*** Data for this task Section Begins ***
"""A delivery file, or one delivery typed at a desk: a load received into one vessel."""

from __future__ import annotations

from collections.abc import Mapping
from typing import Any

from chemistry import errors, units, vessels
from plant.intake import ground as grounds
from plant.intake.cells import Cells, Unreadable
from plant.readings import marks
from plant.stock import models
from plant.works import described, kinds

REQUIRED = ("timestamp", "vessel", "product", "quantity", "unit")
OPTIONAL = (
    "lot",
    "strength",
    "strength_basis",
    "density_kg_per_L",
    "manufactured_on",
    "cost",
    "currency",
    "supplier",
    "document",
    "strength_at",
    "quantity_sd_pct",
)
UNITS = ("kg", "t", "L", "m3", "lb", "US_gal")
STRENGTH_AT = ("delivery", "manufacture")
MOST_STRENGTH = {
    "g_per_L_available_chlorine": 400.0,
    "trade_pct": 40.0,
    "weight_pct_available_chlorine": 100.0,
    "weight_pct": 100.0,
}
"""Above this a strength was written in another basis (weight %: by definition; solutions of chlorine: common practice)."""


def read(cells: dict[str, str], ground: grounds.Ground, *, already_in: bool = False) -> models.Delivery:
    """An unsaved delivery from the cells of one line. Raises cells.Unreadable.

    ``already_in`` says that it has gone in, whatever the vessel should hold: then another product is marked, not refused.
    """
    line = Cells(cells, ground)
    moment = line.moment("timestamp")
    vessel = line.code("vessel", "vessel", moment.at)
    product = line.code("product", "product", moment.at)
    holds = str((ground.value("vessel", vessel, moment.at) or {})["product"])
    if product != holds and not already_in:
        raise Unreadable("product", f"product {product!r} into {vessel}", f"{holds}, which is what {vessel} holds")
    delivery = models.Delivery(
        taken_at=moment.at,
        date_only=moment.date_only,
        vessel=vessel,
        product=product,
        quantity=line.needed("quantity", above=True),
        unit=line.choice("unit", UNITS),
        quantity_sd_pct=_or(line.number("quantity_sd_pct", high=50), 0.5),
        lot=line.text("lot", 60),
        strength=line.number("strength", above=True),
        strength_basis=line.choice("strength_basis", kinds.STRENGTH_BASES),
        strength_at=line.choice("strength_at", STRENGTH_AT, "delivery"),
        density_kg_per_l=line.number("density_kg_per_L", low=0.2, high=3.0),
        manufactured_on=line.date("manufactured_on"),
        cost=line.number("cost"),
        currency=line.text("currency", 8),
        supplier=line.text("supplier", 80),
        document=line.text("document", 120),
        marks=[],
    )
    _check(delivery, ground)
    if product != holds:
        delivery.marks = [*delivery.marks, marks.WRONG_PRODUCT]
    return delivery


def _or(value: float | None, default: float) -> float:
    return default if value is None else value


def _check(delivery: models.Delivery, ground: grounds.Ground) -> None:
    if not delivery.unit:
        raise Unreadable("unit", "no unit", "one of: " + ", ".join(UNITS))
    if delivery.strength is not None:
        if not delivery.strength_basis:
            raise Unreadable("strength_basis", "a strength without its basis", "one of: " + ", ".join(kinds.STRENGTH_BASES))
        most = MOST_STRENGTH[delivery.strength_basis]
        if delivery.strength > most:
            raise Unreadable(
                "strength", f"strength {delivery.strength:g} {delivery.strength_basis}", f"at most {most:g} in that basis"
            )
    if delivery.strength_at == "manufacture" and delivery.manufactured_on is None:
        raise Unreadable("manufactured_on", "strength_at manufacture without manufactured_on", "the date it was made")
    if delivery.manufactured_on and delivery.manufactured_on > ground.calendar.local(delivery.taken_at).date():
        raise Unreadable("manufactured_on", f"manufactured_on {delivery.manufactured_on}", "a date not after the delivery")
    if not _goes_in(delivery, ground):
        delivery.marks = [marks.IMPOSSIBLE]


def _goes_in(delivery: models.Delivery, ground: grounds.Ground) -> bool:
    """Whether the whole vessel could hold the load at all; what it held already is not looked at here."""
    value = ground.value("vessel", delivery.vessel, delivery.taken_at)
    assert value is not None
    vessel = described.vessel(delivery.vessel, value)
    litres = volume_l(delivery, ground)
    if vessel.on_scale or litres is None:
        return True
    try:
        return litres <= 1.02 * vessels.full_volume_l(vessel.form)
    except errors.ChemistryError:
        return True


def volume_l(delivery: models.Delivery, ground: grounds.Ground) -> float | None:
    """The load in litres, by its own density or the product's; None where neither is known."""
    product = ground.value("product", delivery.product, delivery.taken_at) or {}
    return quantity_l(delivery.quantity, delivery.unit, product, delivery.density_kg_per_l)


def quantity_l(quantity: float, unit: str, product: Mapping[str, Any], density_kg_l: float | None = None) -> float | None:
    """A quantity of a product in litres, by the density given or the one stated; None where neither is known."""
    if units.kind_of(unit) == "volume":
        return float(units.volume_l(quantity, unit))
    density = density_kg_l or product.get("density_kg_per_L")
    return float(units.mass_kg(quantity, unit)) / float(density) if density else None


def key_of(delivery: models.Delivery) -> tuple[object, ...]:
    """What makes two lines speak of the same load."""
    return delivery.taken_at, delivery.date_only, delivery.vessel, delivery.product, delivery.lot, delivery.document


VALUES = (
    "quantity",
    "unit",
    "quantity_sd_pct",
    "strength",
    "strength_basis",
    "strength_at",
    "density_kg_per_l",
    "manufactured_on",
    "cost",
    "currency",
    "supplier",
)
*** Data for this task Section Ends ***
* **Exercise**
Give back the line containing "makes two lines" and all the lines after it through the end of the records, unchanged.

* **Your response**
    """What makes two lines speak of the same load."""
    return delivery.taken_at, delivery.date_only, delivery.vessel, delivery.product, delivery.lot, delivery.document


VALUES = (
    "quantity",
    "unit",
    "quantity_sd_pct",
    "strength",
    "strength_basis",
    "strength_at",
    "density_kg_per_l",
    "manufactured_on",
    "cost",
    "currency",
    "supplier",
)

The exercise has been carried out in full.